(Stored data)

□ □ □ □

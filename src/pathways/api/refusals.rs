//! Errors of the use cases as refusals. The chain of causes, which may name SQL, goes to the log alone.

use super::super::{PathwayError, What};
use crate::web::Refusal;
use crate::web::conditional::etag;
use axum::http::StatusCode;
use std::error::Error;

impl From<PathwayError> for Refusal {
    fn from(error: PathwayError) -> Refusal {
        match error {
            PathwayError::Problems(problems) => Refusal::invalid(problems),
            PathwayError::NotFound(what) => {
                let words = match what {
                    What::Pathway => "There is no such pathway here. /api/v1/pathways lists those there are.",
                    What::Revision => "The pathway has no such revision.",
                    What::Stage => "The pathway has no such stage.",
                };
                Refusal::of(StatusCode::NOT_FOUND).detail(words)
            }
            PathwayError::Conflict { revision, ref hash } => {
                let words = format!(
                    "{error} Read it, decide, and send its ETag in If-Match. Nothing was saved over revision {revision}."
                );
                Refusal::of(StatusCode::PRECONDITION_FAILED)
                    .detail(words)
                    .current(etag(hash))
            }
            PathwayError::Archived => Refusal::of(StatusCode::CONFLICT).detail(error.to_string()),
            PathwayError::Store(error) => error.into(),
            PathwayError::Evidence(error) => error.into(),
            PathwayError::Defect { .. } => {
                tracing::error!(error = %chain(&error), "a use case failed");
                Refusal::of(StatusCode::INTERNAL_SERVER_ERROR)
            }
        }
    }
}

/// An error with its causes.
fn chain(error: &dyn Error) -> String {
    let mut words = error.to_string();
    let mut cause = error.source();
    while let Some(error) = cause {
        words.push_str(": ");
        words.push_str(&error.to_string());
        cause = error.source();
    }
    words
}
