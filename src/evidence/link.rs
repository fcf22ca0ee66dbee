//! A record as pages show it beside a figure: a link with what tells one file from another.

use super::Record;
use crate::clock::day_of;
use crate::web::extract::megabytes;
use crate::web::filters::short_day;
use crate::web::links;

/// A record as pages show it.
#[derive(Clone, Debug, PartialEq, Eq)]
pub struct EvidenceLink {
    /// Id.
    pub id: String,
    /// Address of its page.
    pub href: String,
    /// Name of the file; empty where no such evidence is here.
    pub file_name: String,
    /// Size in words.
    pub size: String,
    /// The first signs of its hash.
    pub short_hash: String,
    /// Who attached it.
    pub by: String,
    /// The day, in words.
    pub day: String,
}

impl EvidenceLink {
    /// A record as a link.
    pub fn of(record: &Record) -> EvidenceLink {
        EvidenceLink {
            id: record.id.clone(),
            href: links::evidence(&record.id),
            file_name: record.file_name.clone(),
            size: size_words(record.size),
            short_hash: short_hash(&record.hash),
            by: record.attached_by.clone(),
            day: day_words(record),
        }
    }

    /// An id that nothing is recorded under.
    pub fn unknown(id: &str) -> EvidenceLink {
        EvidenceLink {
            id: id.to_owned(),
            href: links::evidence(id),
            file_name: String::new(),
            size: String::new(),
            short_hash: String::new(),
            by: String::new(),
            day: String::new(),
        }
    }

    /// True if there is such evidence.
    pub fn is_known(&self) -> bool {
        !self.file_name.is_empty()
    }
}

/// A size in words.
pub(super) fn size_words(bytes: i64) -> String {
    let bytes = usize::try_from(bytes).unwrap_or(0);
    match bytes {
        0..1_000 => format!("{bytes} bytes"),
        1_000..100_000 => match (bytes / 100 % 10, bytes / 1_000) {
            (0, whole) => format!("{whole} kB"),
            (part, whole) => format!("{whole}.{part} kB"),
        },
        100_000..1_000_000 => format!("{} kB", bytes / 1_000),
        _ => megabytes(bytes),
    }
}

/// The first twelve digits of a hash: enough to compare by eye.
pub(super) fn short_hash(hash: &str) -> String {
    let digits = hash.strip_prefix("sha256:").unwrap_or(hash);
    digits.chars().take(12).collect()
}

/// The day it was attached, in words.
pub(super) fn day_words(record: &Record) -> String {
    short_day(day_of(record.attached_at))
}
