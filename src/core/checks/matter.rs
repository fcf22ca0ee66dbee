//! Group C: matter and energy through the fence of a works. What a document cannot tell widens the balance on the safe
//! side, so that a finding is a contradiction and not a gap in our knowledge.

use super::parameters::{energy_mj, models};
use super::settings::Settings;
use super::works::{self, Works};
use super::{Subject, finding};
use crate::core::documents::assessment::{Finding, Severity};
use crate::core::documents::input::{FactorRef, Input, OneOrMany};
use crate::core::documents::pathway::Stage;
use crate::core::domain::Gas;
use crate::core::engine::carbon::{CO2_PER_C, FERMENTATION_CO2_PER_ETHANOL};
use crate::core::engine::demand::{Demand, demand};
use crate::core::engine::resolved::{Input as Priced, Product};
use crate::core::models::flow::Measured;
use crate::core::units::rounding::plain_fixed;
use crate::core::units::{Dimension, Quantity};

/// Water that a sugar takes up before it ferments, kg per kg of ethanol made, from molar masses (H2O 18.015, ethanol 46.068).
const WATER: [(&str, f64, f64); 3] = [
    ("starch", 18.015 / (2.0 * 46.068), 18.015 / (2.0 * 46.068)),
    ("sucrose", 18.015 / (4.0 * 46.068), 18.015 / (4.0 * 46.068)),
    (
        "xylan",
        3.0 * 18.015 / (5.0 * 46.068),
        3.0 * 18.015 / (5.0 * 46.068),
    ),
];
/// The same where the sugar is not known, or may have been cellulose before: from none to that of xylan.
const WATER_UNKNOWN: (f64, f64) = (0.0, 3.0 * 18.015 / (5.0 * 46.068));
/// No fuel or chemical of a works holds more, MJ/kg; used where a document gives a mass without a heating value.
const MOST_MJ_PER_KG: f64 = 50.0;
/// The same per volume of liquid, MJ/m3.
const MOST_MJ_PER_M3: f64 = 50_000.0;
/// Rounding that a sum of doubles may bring.
const SUM: f64 = 1e-9;

/// Runs the checks.
pub fn run(subject: &Subject, findings: &mut Vec<Finding>) {
    let resolved = subject.resolved;
    let demand = demand(resolved);
    for works in works::find(resolved, works::handles_matter) {
        if let (Some(head), Some(matter)) = (works.head(resolved), matter(subject, &works, &demand)) {
            findings.extend(dry_matter(head.document, &matter, subject.settings));
        }
    }
    for works in works::find(resolved, works::with_boiler_house) {
        if let (Some(head), Some((into, out))) = (works.head(resolved), energy(subject, &works, &demand)) {
            findings.extend(energy_out(head.document, into, out));
        }
    }
}

/// Dry matter through the fence, each side between two bounds, in one and the same unit.
#[derive(Clone, Copy, Debug, Default, PartialEq)]
pub struct Matter {
    /// What comes in, without the water that sugars take up.
    pub crop: f64,
    /// Least and most that comes in, with that water.
    pub into: (f64, f64),
    /// Least and most that goes out.
    pub out: (f64, f64),
}

/// C-04: dry matter in equals out.
pub fn dry_matter(stage: &Stage, matter: &Matter, settings: &Settings) -> Option<Finding> {
    let missing = matter.into.0 - matter.out.1;
    let excess = matter.out.0 - matter.into.1;
    let percent = 100.0 * missing.max(excess) / matter.crop;
    if percent <= settings.dry_matter_percent {
        return None;
    }
    let (name, shown) = (stage.title(), plain_fixed(percent, 1));
    let message = match excess > missing {
        true => format!("{name} gives {shown} % more dry matter than it takes."),
        false => format!("{shown} % of the dry matter of {name} is unaccounted for."),
    };
    let remedy = "Check moistures and enter missing losses or co-products, or give the reason.";
    Some(finding(
        "C-04",
        Severity::Warn,
        &stage.key,
        "co_products",
        message,
        remedy,
    ))
}

/// The dry matter of a works; none where an amount is no mass or the crop has no moisture.
fn matter(subject: &Subject, works: &Works, demand: &Demand) -> Option<Matter> {
    let resolved = subject.resolved;
    let mut matter = Matter::default();
    for (flow, times) in works.incoming(resolved, demand) {
        if flow.is_heat_or_power() {
            continue;
        }
        let kg = match flow.pure_kg {
            Some(pure) => pure,
            None => flow.dry_kg().filter(|_| flow.moisture.is_some())?,
        };
        matter.crop += kg * times;
    }
    for (_, _, product, times) in works.leaving(resolved, demand) {
        if product.flow.is_heat_or_power() {
            continue;
        }
        matter.out.0 += product.flow.pure_kg.or(product.flow.dry_kg())? * times;
    }
    let (mut water, mut burnt) = ((0.0, 0.0), 0.0);
    for &j in &works.stages {
        let (stage, times) = (&resolved.stages[j], demand.whole[j]);
        let split = stage.inputs.iter().filter_map(|input| input.fermentation_kg);
        let modelled: f64 = split.clone().sum();
        let made: f64 = stage.products.iter().filter_map(|p| p.flow.pure_kg).sum();
        if split.count() > 0 {
            matter.out.0 += modelled * times;
        } else if works::makes_ethanol(stage) {
            matter.out.0 += made * FERMENTATION_CO2_PER_ETHANOL * times;
        }
        if works::makes_ethanol(stage) {
            let (low, high) = sugar_water(stage.document);
            water = (water.0 + low * made * times, water.1 + high * made * times);
        }
        let others = stage
            .inputs
            .iter()
            .filter(|input| input.fermentation_kg.is_none());
        burnt += others.map(|input| input.biogenic_kg).sum::<f64>() * times;
    }
    matter.into = (matter.crop + water.0, matter.crop + water.1);
    // Biogenic CO2 of a fuel may come from the crop itself (lignin, biogas) or be bought: from none to all of it.
    let most_burnt = burnt / CO2_PER_C / (subject.settings.least_carbon_percent / 100.0);
    matter.out.1 = matter.out.0 + most_burnt;
    (matter.crop > 0.0).then_some(matter)
}

fn sugar_water(stage: &Stage) -> (f64, f64) {
    let said = stage
        .inputs
        .iter()
        .flat_map(models)
        .find(|model| model.kind == "fermentation_co2");
    let sugar = said.and_then(|model| super::parameters::word(model, "sugar"));
    let row = sugar.and_then(|sugar| WATER.iter().find(|(name, ..)| *name == sugar));
    row.map_or(WATER_UNKNOWN, |(_, low, high)| (*low, *high))
}

/// C-06: no more energy leaves a works than enters it; both in MJ per MJ of fuel.
pub fn energy_out(stage: &Stage, into: f64, out: f64) -> Option<Finding> {
    if !(into > 0.0 && out > into * (1.0 + SUM)) {
        return None;
    }
    let message = format!(
        "{} reports more energy leaving ({} MJ per MJ of fuel) than entering ({} MJ at most).",
        stage.title(),
        plain_fixed(out, 3),
        plain_fixed(into, 3)
    );
    let remedy = "Check units and gross or net heating values.";
    Some(finding(
        "C-06",
        Severity::Block,
        &stage.key,
        "output",
        message,
        remedy,
    ))
}

/// Energy through the fence, MJ per MJ of fuel: the most that enters and the least that leaves. None where something
/// that enters cannot be told.
fn energy(subject: &Subject, works: &Works, demand: &Demand) -> Option<(f64, f64)> {
    let resolved = subject.resolved;
    let mut into = 0.0;
    for (flow, times) in works.incoming(resolved, demand) {
        into += held(subject, flow)? * times;
    }
    let mut out = 0.0;
    for &j in &works.stages {
        let stage = &resolved.stages[j];
        for (input, priced) in stage.document.inputs.iter().zip(&stage.inputs) {
            into += brought(subject, input, priced)? * demand.whole[j];
            out += sold(input) * demand.whole[j];
        }
    }
    for (j, index, product, times) in works.leaving(resolved, demand) {
        let document = &resolved.stages[j].document;
        let flow = match index {
            0 => &document.output.flow,
            _ => &document.co_products.get(index - 1)?.flow,
        };
        let entered = flow.lhv.as_ref().and_then(|lhv| {
            let per_kg =
                Quantity::read_as(lhv.value, &lhv.unit, Dimension::ENERGY.per(Dimension::MASS)).ok()?;
            Some(per_kg / 1e6 * product.flow.wet_kg?)
        });
        out += entered.unwrap_or_else(|| leaves(subject, product)) * times;
    }
    Some((into, out))
}

/// Energy that a flow brings, MJ: dry matter by its lower heating value.
fn held(subject: &Subject, flow: &Measured) -> Option<f64> {
    if let Some(pure) = flow.pure_kg {
        return Some(
            subject
                .resolved
                .rules
                .ethanol_mj(pure, flow.strength.unwrap_or(1.0)),
        );
    }
    let by_energy = flow.energy_j().map(|joules| joules / 1e6);
    by_energy.or_else(|| Some(flow.dry_kg()? * subject.resolved.lhv_dry(&flow.material)?))
}

/// Energy that a product takes along, MJ; what cannot be told takes none. The water in it costs its evaporation.
fn leaves(subject: &Subject, product: &Product) -> f64 {
    let flow = &product.flow;
    let water = match (flow.wet_kg, flow.dry_kg(), flow.is_ethanol()) {
        (Some(wet), Some(dry), false) => (wet - dry) * subject.resolved.rules.water_evaporation.value,
        _ => 0.0,
    };
    held(subject, flow).map_or(0.0, |mj| (mj - water).max(0.0))
}

/// Power of a heat and power plant that leaves the works, MJ.
fn sold(input: &Input) -> f64 {
    let plants = models(input).iter().filter(|model| model.kind == "chp");
    plants
        .map(|model| {
            let left = |made: &str, used: &str| match (energy_mj(model, made), energy_mj(model, used)) {
                (Some(made), Some(used)) => (made - used).max(0.0),
                _ => 0.0,
            };
            left("heat_made", "heat_used") + left("power_made", "power_used")
        })
        .sum()
}

/// The most energy that an input may bring, MJ per recipe; none where it cannot be told.
fn brought(subject: &Subject, input: &Input, priced: &Priced) -> Option<f64> {
    if !models(input).is_empty() {
        let burns = ["boiler", "chp", "distillation", "dehydration", "dryer"];
        let mut sum = 0.0;
        for model in models(input)
            .iter()
            .filter(|model| burns.contains(&model.kind.as_str()))
        {
            let known = ["fuel_used", "heat"]
                .into_iter()
                .filter_map(|name| energy_mj(model, name));
            sum += known.sum::<f64>();
        }
        let fuel = priced.steps.iter().filter(|step| step.unit == "MJ of fuel");
        sum += fuel.map(|step| step.value).sum::<f64>();
        let untold = sum == 0.0
            && models(input)
                .iter()
                .any(|model| burns.contains(&model.kind.as_str()));
        return (!untold).then_some(sum);
    }
    if let Some(gases) = &input.gases {
        let burnt = [Gas::Co2Fossil, Gas::Co2Biogenic, Gas::Co2eUnsplit];
        return burnt.iter().all(|gas| gases[*gas] == 0.0).then_some(0.0);
    }
    let (Some(amount), Some(unit)) = (input.amount, input.unit.as_deref()) else {
        return Some(0.0);
    };
    let read = Quantity::read(amount, unit).ok()?;
    if Dimension::ENERGIES.contains(&read.dimension) {
        return Some(read.value / 1e6);
    }
    let rows = input.factor.as_ref().map(OneOrMany::list).unwrap_or_default();
    let printed = rows.iter().find_map(|row| match row {
        FactorRef::Id(id) => subject.book.factor(id)?.lhv_mj_per_kg,
        FactorRef::Inline(_) => None,
    });
    Some(match read.dimension {
        Dimension::MASS => read.value * printed.unwrap_or(MOST_MJ_PER_KG),
        Dimension::VOLUME => read.value * MOST_MJ_PER_M3,
        _ => 0.0,
    })
}

#[cfg(test)]
mod tests {
    use super::super::tests::stage;
    use super::*;

    #[test]
    fn dry_matter_closes_between_its_bounds() {
        let (stage, settings) = (stage(), Settings::default());
        let check = |into, out| {
            dry_matter(
                &stage,
                &Matter {
                    crop: 100.0,
                    into,
                    out,
                },
                &settings,
            )
        };
        assert_eq!(check((100.0, 100.0), (100.0, 100.0)), None);
        assert_eq!(check((100.0, 100.0), (95.0, 95.0)), None);
        let missing = check((100.0, 107.0), (80.0, 92.0)).unwrap();
        assert!(missing.message.starts_with("8.0 %"), "{}", missing.message);
        // What may have been burnt widens the balance.
        assert_eq!(check((100.0, 107.0), (50.0, 99.0)), None);
        assert!(
            check((100.0, 107.0), (113.0, 120.0))
                .unwrap()
                .message
                .contains("more dry matter than it takes")
        );
    }

    #[test]
    fn no_more_energy_leaves_than_enters() {
        let stage = stage();
        assert_eq!(energy_out(&stage, 2.0, 2.0), None);
        assert_eq!(energy_out(&stage, 2.0, 2.1).unwrap().severity, Severity::Block);
        assert_eq!(energy_out(&stage, 0.0, 1.0), None);
    }
}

□ □ □ □

How many lines of the data contain the word "inputs"? Answer with the number alone.

4